VENICE.- Already 52 years ago, Heinz Mack, who is one of the most important representatives of kinetic art worldwide, represented Germany at the 35th International Art Exhibition of La Biennale di Venezia. In 2014, the artist of ZERO group, who developed his own language in light art in the 1950s, was on display parallel to the Biennale Architettura with his 7.5-meter-high installation The Sky Over Nine Columns, consisting of nine golden, light-reflecting pillars, in front of the Church of San Giorgio Maggiore. Now the German sculptor and painter, who turned 90 last year, returns to Venice with an extensive solo exhibition within the section Collateral Events of the Biennale Arte 2022.
From April 23 to July 17, 2022, the
Biblioteca Nazionale Marciana (Ministero della Cultura), located directly on St. Mark's Square, presents the Collateral Event with the selected works by the award-winning artist under the title "Heinz Mack - Vibration of Light / Vibrazione della luce". The curator of the presentation in the Sale Monumentali is Manfred Möller.
The Collateral Event shows in an imposing spatial installation an impressive cross-section of Macks oeuvre of the last 60 years: beside large-scale paintings, a group of partly rotating light steles and a four-meter-high mirror sculpture, created especially for this exhibition, will be presented.
In what is arguably one of Venice's most iconic venues, the historical significant Sala Sansoviniana, accessible exclusively through the Museo Correr, Mack's works are set in an art-historically impressive dialogue with wall and ceiling paintings by Titian, Tintoretto, and Veronese. As a further highlight, a 3.40-meter high stainless-steel stele by the artist is positioned in an inner courtyard of the Palazzo Reale, which adjoints the Biblioteca Marciana and is freely accessible from both St. Mark's Square and the Giardini Reali.
Heinz Mack, who in 1957 together with Otto Piene founded the internationally influential and until 1966 active ZERO group, which from 1961 on also included Günther Uecker, explores the theme of light in his work.

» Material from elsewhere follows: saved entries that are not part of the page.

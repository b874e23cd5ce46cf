-- Schema version 3: sets record their class names and how many slices they
-- hold; a project's baseline and its history are kept.

ALTER TABLE datasets ADD COLUMN class_names TEXT;   -- JSON list of strings, or NULL
ALTER TABLE datasets ADD COLUMN slice_count INTEGER;

-- Every baseline a project was given, newest last; the project's current
-- baseline is its latest row.
CREATE TABLE baselines (
    project        TEXT NOT NULL,
    position       INTEGER NOT NULL,   -- 1, 2, ... per project, in the order they were set
    model_id       BLOB NOT NULL REFERENCES models(id),
    set_at         TEXT NOT NULL,
    set_by         TEXT,               -- the token's name; NULL with access off
    evaluation_id  BLOB REFERENCES evaluations(id),
    PRIMARY KEY (project, position)
);
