func (st *scfState) run(ctx context.Context) (*SCFResult, error) {
	opts := st.opts
	res := &SCFResult{
		NuclearRepulsion: st.in.ENuc, Restricted: st.in.Restricted,
		NAlpha: st.in.NAlpha, NBeta: st.in.NBeta,
		NBasis: st.n, NMO: st.m, Dropped: st.drop, Orthogonalization: st.orth,
	}
	guess := opts.Guess
	if st.in.GuessOrbitals != nil {
		guess = GuessFromOrbitals
	}
	res.Guess = guess
	if err := st.startGuess(guess); err != nil {
		return nil, err
	}
	res.History = make([]Iteration, 0, min(opts.MaxIterations, 256))

	stage := StageNormal
	stageStart, lastImprove, rises := 0, 0, 0
	refErr := math.Inf(1)
	prevE := 0.0
	status, reason := StatusMaxIterations, fmt.Sprintf("iteration limit %d reached", opts.MaxIterations)
	var last Iteration
	record := func(rec Iteration) {
		res.History = append(res.History, rec)
		if opts.OnIteration != nil {
			opts.OnIteration(rec)
		}
		last = rec
	}
	for it := 0; it < opts.MaxIterations; it++ {
		if err := ctx.Err(); err != nil {
			return nil, fmt.Errorf("hf: scf cancelled at iteration %d: %w", it, err)
		}
		energy, srcEnergy, err := st.buildFock(ctx)
		if err != nil {
			return nil, fmt.Errorf("hf: scf iteration %d: %w", it, err)
		}
		errMax := st.gradient()
		rec := Iteration{Index: it, Energy: energy, Stage: stage}
		if st.hasSrc {
			rec.EnergySourceFock = srcEnergy
		}
		if it > 0 {
			rec.DeltaE = energy - prevE
			rec.DensityChange = rmsDiff(st.tot, st.totPrev)
		}
		rec.Error = errMax
		if math.IsNaN(energy) || math.IsInf(energy, 0) || math.IsNaN(errMax) {
			return nil, fmt.Errorf("hf: scf iteration %d: energy %g, error %g: non-finite numbers (check the integrals)", it, energy, errMax)
		}
		prevE = energy
		st.totPrev.CopySym(st.tot)

		converged := it > 0 && math.Abs(rec.DeltaE) <= opts.EnergyTol && errMax <= opts.ErrorTol && rec.DensityChange <= opts.ErrorTol
		if converged {
			record(rec)
			status, reason = StatusConverged, fmt.Sprintf("|ΔE| %.1e ≤ %.1e Eh and error %.1e ≤ %.1e", math.Abs(rec.DeltaE), opts.EnergyTol, errMax, opts.ErrorTol)
			break
		}

		// Fall-back chain: watch for a stalled error or a rising energy.
		if errMax < 0.5*refErr {
			refErr, lastImprove = errMax, it
		}
		if it-stageStart >= 5 && rec.DeltaE > 1e-6 {
			rises++
		}
		restart := false
		if !opts.DisableFallback && (it-lastImprove >= opts.StallIterations || rises >= opts.MaxEnergyRises) {
			why := fmt.Sprintf("error not halved in %d iterations", it-lastImprove)
			if rises >= opts.MaxEnergyRises {
				why = fmt.Sprintf("energy rose %d times", rises)
			}
			if stage == StageRestarted {
				record(rec)
				status, reason = StatusStalled, "all fall-backs (damping, level shift, restart) tried; last stage: "+why
				break
			}
			stage++
			stageStart, lastImprove, rises, refErr = it, it, 0, math.Inf(1)
			st.diis.reset()
			switch stage {
			case StageDamped:
				st.damping, st.levelShift = opts.FallbackDamping, opts.LevelShift
			case StageShifted:
				st.damping, st.levelShift = opts.Damping, max(opts.LevelShift, opts.FallbackLevelShift)
			case StageRestarted:
				st.damping, st.levelShift = opts.Damping, max(opts.LevelShift, opts.FallbackLevelShift)
				restart = true
			}
		}

		if restart {
			res.Restarts++
			next := GuessCore
			if guess == GuessCore {
				next = GuessGWH
			}
			if err := st.startGuess(next); err != nil {
				return nil, err
			}
		} else {
			rec.DIISVectors = st.nextDensity()
			if err := st.diagonalize(); err != nil {
				return nil, fmt.Errorf("hf: scf iteration %d: %w", it, err)
			}
			st.occupy(true)
		}
		record(rec)
	}

	// Canonical orbitals of the last Fock matrix, without shift or damping.
	for s := range st.ns {
		st.fuse[s].Copy(st.fo[s])
	}
	if err := st.diagonalize(); err != nil {
		return nil, err
	}
	st.damping = 0
	st.occupy(false)
	st.fillResult(res, last)
	res.Status, res.Reason, res.Converged = status, reason, status == StatusConverged
	if !res.Converged {
		return res, &NotConvergedError{Status: status, Reason: reason, Iterations: res.Iterations, Energy: res.Energy, Gradient: last.Error}
	}
	return res, nil
}
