@dataclass(frozen=True)
class KineticFit:
    """Result of :func:`fit_rate_law`.

    Attributes
    ----------
    method : str
        Rate law fitted.
    estimates : dict
        ``k_ref`` [(mol/m^3)^(1-n)/s], ``activation_energy`` [J/mol] and
        ``K_<species>`` [m^3/mol] for fitted adsorption constants.
    standard_errors : dict
        Same keys. k_ref by the delta method (k_ref * se(ln k_ref)).
    ci95 : dict of (low, high)
        95 % intervals, same keys.
    correlation : DataFrame
        Correlation matrix of (ln_k_ref, activation_energy, K_...).
    residuals : ndarray
        Residuals at the solution (log or scaled absolute). [-]
    reference_temperature : float
        T_ref. [K]
    n, n_params : int
        Points used and parameters fitted.
    n_excluded : int
        Points not used (NaN, or rate not positive for ``residual="log"``).
    ssr, sigma : float
        Sum of squared residuals and s = sqrt(SSR/(n-p)).
    aic, aicc, bic : float
        Information criteria, n ln(SSR/n) + 2p, + 2p(p+1)/(n-p-1), n ln(SSR/n) + p ln n.
    diagnostics : dict
        ``durbin_watson`` (near 2 without serial correlation, in data order),
        ``shapiro_wilk_p`` (normality of residuals), ``spearman_temperature``
        (rank correlation of residuals with T; large |rho| hints at a wrong Ea
        or rate law), ``max_abs_standardised``.
    residual : str
        ``log`` or ``absolute``.
    params : dict
        Rate-law parameters at the solution (fixed ones included).
    success : bool
    message : str
    """

    method: str
    estimates: dict[str, float]
    standard_errors: dict[str, float]
    ci95: dict[str, tuple[float, float]]
    correlation: pd.DataFrame
    residuals: np.ndarray = field(repr=False)
    reference_temperature: float = float("nan")
    n: int = 0
    n_params: int = 0
    n_excluded: int = 0
    ssr: float = float("nan")
    sigma: float = float("nan")
    aic: float = float("nan")
    aicc: float = float("nan")
    bic: float = float("nan")
    diagnostics: dict[str, float] = field(default_factory=dict)
    residual: str = "log"
    params: dict[str, Any] = field(default_factory=dict)
    success: bool = True
    message: str = ""

    def predict(self, conc: Mapping[str, Any], temperature):
        """Model rate at ``conc`` [mol/m^3] and ``temperature`` [K]; returns [mol/(m^3 s)]."""
        k = at_temperature(self.estimates["k_ref"], temperature, self.estimates["activation_energy"],
                           self.reference_temperature)
        g = driving_force(self.method, conc, temperature=temperature, **self.params)
        return np.asarray(k) * np.asarray(g)


def _with_adsorption(params: dict, names: Sequence[str], values: np.ndarray) -> dict:
    if not names:
        return params
    ads = dict(params.get("adsorption", {}))
    ads.update({n: float(v) for n, v in zip(names, values)})
    return {**params, "adsorption": ads}
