@dataclass(frozen=True)
class SymmetricFactor:
    """W with K = W W' in tree order (see module docstring)."""

    tree: ClusterTree
    leaf_chol: tuple[np.ndarray, ...]
    basis: np.ndarray
    offsets: np.ndarray
    nodes: tuple[tuple[NodeFactor, ...], ...]
    logdet: float

    @property
    def nbytes(self) -> int:
        return int(self.basis.nbytes + sum(c.nbytes for c in self.leaf_chol)
                   + sum(f.nbytes for lv in self.nodes for f in lv))

    def _node_views(self, level: int, j: int) -> tuple[slice, slice, np.ndarray, np.ndarray]:
        b = self.tree.bounds[level + 1]
        s, mid, e = int(b[2 * j]), int(b[2 * j + 1]), int(b[2 * j + 2])
        r = self.nodes[level][j].rank
        c0 = int(self.offsets[level])
        return (slice(s, mid), slice(mid, e), self.basis[s:mid, c0:c0 + r],
                self.basis[mid:e, c0:c0 + r])

    def _leaves(self) -> list[tuple[int, int, np.ndarray]]:
        b = self.tree.bounds[self.tree.depth]
        return [(int(b[j]), int(b[j + 1]), c) for j, c in enumerate(self.leaf_chol)]

    def _leaf_pass(self, pool: NodePool | None,
                   step: Callable[[np.ndarray, np.ndarray], np.ndarray],
                   y: np.ndarray) -> None:
        def leaf(item: tuple[int, int, np.ndarray]) -> None:
            s, e, c = item
            y[s:e] = step(c, y[s:e])
        for_each_node(pool, leaf, self._leaves())

    def _level_pass(self, pool: NodePool | None, level: int,
                    step: Callable[..., None], y: np.ndarray) -> None:
        def node(j: int) -> None:
            f = self.nodes[level][j]
            if f.rank:
                ia, ib, ua, ub = self._node_views(level, j)
                step(f, ua, ub, y[ia], y[ib])
        for_each_node(pool, node, range(len(self.nodes[level])))

    def apply(self, x: np.ndarray, *, threads: int = 1) -> np.ndarray:
        """W x (x: (n, k), tree order): W_0 first, leaves last."""
        y = x.copy()
        with node_pool(threads) as pool:
            for level in range(self.tree.depth):
                self._level_pass(pool, level, _forward_update, y)
            self._leaf_pass(pool, lambda c, v: c @ v, y)
        return y

    def apply_transpose(self, x: np.ndarray, *, threads: int = 1) -> np.ndarray:
        """W' x: leaves first, then W_{L-1}' ... W_0'."""
        y = x.copy()
        with node_pool(threads) as pool:
            self._leaf_pass(pool, lambda c, v: c.T @ v, y)
            for level in range(self.tree.depth - 1, -1, -1):
                self._level_pass(pool, level, _transpose_update, y)
        return y

    def solve(self, x: np.ndarray, *, threads: int = 1) -> np.ndarray:
        """W^-1 x: leaves first, then W_{L-1}^-1 ... W_0^-1."""
        y = x.copy()
        with node_pool(threads) as pool:
            self._leaf_pass(pool, _leaf_solve, y)
            for level in range(self.tree.depth - 1, -1, -1):
                self._level_pass(pool, level, _inverse_update, y)
        return y

    def solve_transpose(self, x: np.ndarray, *, threads: int = 1) -> np.ndarray:
        """W'^-1 x: W_0'^-1 first, leaves last."""
        y = x.copy()
        with node_pool(threads) as pool:
            for level in range(self.tree.depth):
                self._level_pass(pool, level, _inverse_transpose_update, y)
            self._leaf_pass(pool, _leaf_solve_transpose, y)
        return y


def _leaf_solve(c: np.ndarray, v: np.ndarray) -> np.ndarray:
    """L^-1 v for a leaf's Cholesky factor L (Fortran order, from dpotrf) and a C-ordered
    row block v, in place where BLAS can: v' is a Fortran view, and X' L' = v' is one
    dtrsm from the right. dtrsm, not scipy's ``solve_triangular``, whose checks cost
    more than a 128-row leaf's solve (development measurement: 781 leaves of 128 rows, 64
    columns, 0.04 s against 0.05-0.07 s)."""
    return blas.dtrsm(1.0, c, v.T, side=1, lower=1, trans_a=1, overwrite_b=1).T


def _leaf_solve_transpose(c: np.ndarray, v: np.ndarray) -> np.ndarray:
    """L'^-1 v as ``_leaf_solve``: X' L = v'."""
    return blas.dtrsm(1.0, c, v.T, side=1, lower=1, trans_a=0, overwrite_b=1).T


def _forward_update(f: NodeFactor, ua: np.ndarray, ub: np.ndarray, xa: np.ndarray,
                    xb: np.ndarray) -> None:
    """x <- W_p x in place: x_b += Q_b (G' t_a + L_22 t_b - t_b), t = Q' x."""
    ta, tb = _qt(ua, f.ra, xa), _qt(ub, f.rb, xb)
    xb += _q(ub, f.rb, f.g.T @ ta + f.l22 @ tb - tb)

As a pioneer of Land Art, Mack already installed his experimental light steles and objects in pristine natural landscapes such as the Sahara and later in the Arctic with the aim of exploring light in its purity as such.
Now, in the atmospheric splendour of the Biblioteca Marciana, seven outstanding works on canvas, impressive for their size alone, as well as eight light-reflecting and partly rotating stelae made of polished aluminium and stainless steel are on display. Through the principle of rotation, which Heinz Mack also explores in his paintings, the light in the space is not only captured and reflected holistically, but the objects themselves become dematerialized at times as well.
The exhibition focuses primarily on paintings in black, grey and white, in which the artist rather deals with the theme of structure than colour. The shows highlight is certainly the six-meter-wide and three-and-a-half-meter-high painting entitled "The Garden of Eden."
Here the theme of light, which Mack has been rethinking repeatedly for over 60 years, culminates in an overwhelming, multi-coloured and monumental colour field painting whose hypnotic effect no viewer in the room can escape. With his imposing solo show, Heinz Mack makes the visitors to the Biennale Arte 2022 aware of one thing above all: how essential light is for our existence and the continuation of life on earth.
A catalogue and a portfolio consisting of three new prints by the artist will accompany the exhibition.
Born in Lollar, Germany in 1931, painter and sculptor Heinz Mack, who studied painting at the renowned Düsseldorf Academy of Fine Arts, is one of the most successful and well-known German-speaking artists of the post-war period. His works have been shown in over 300 solo exhibitions and numerous group exhibitions, and are represented in over 140 public collections worldwide. In addition to the Biennale Arte in Venice, Mack was also invited to officially participate at the documenta II, III and 6.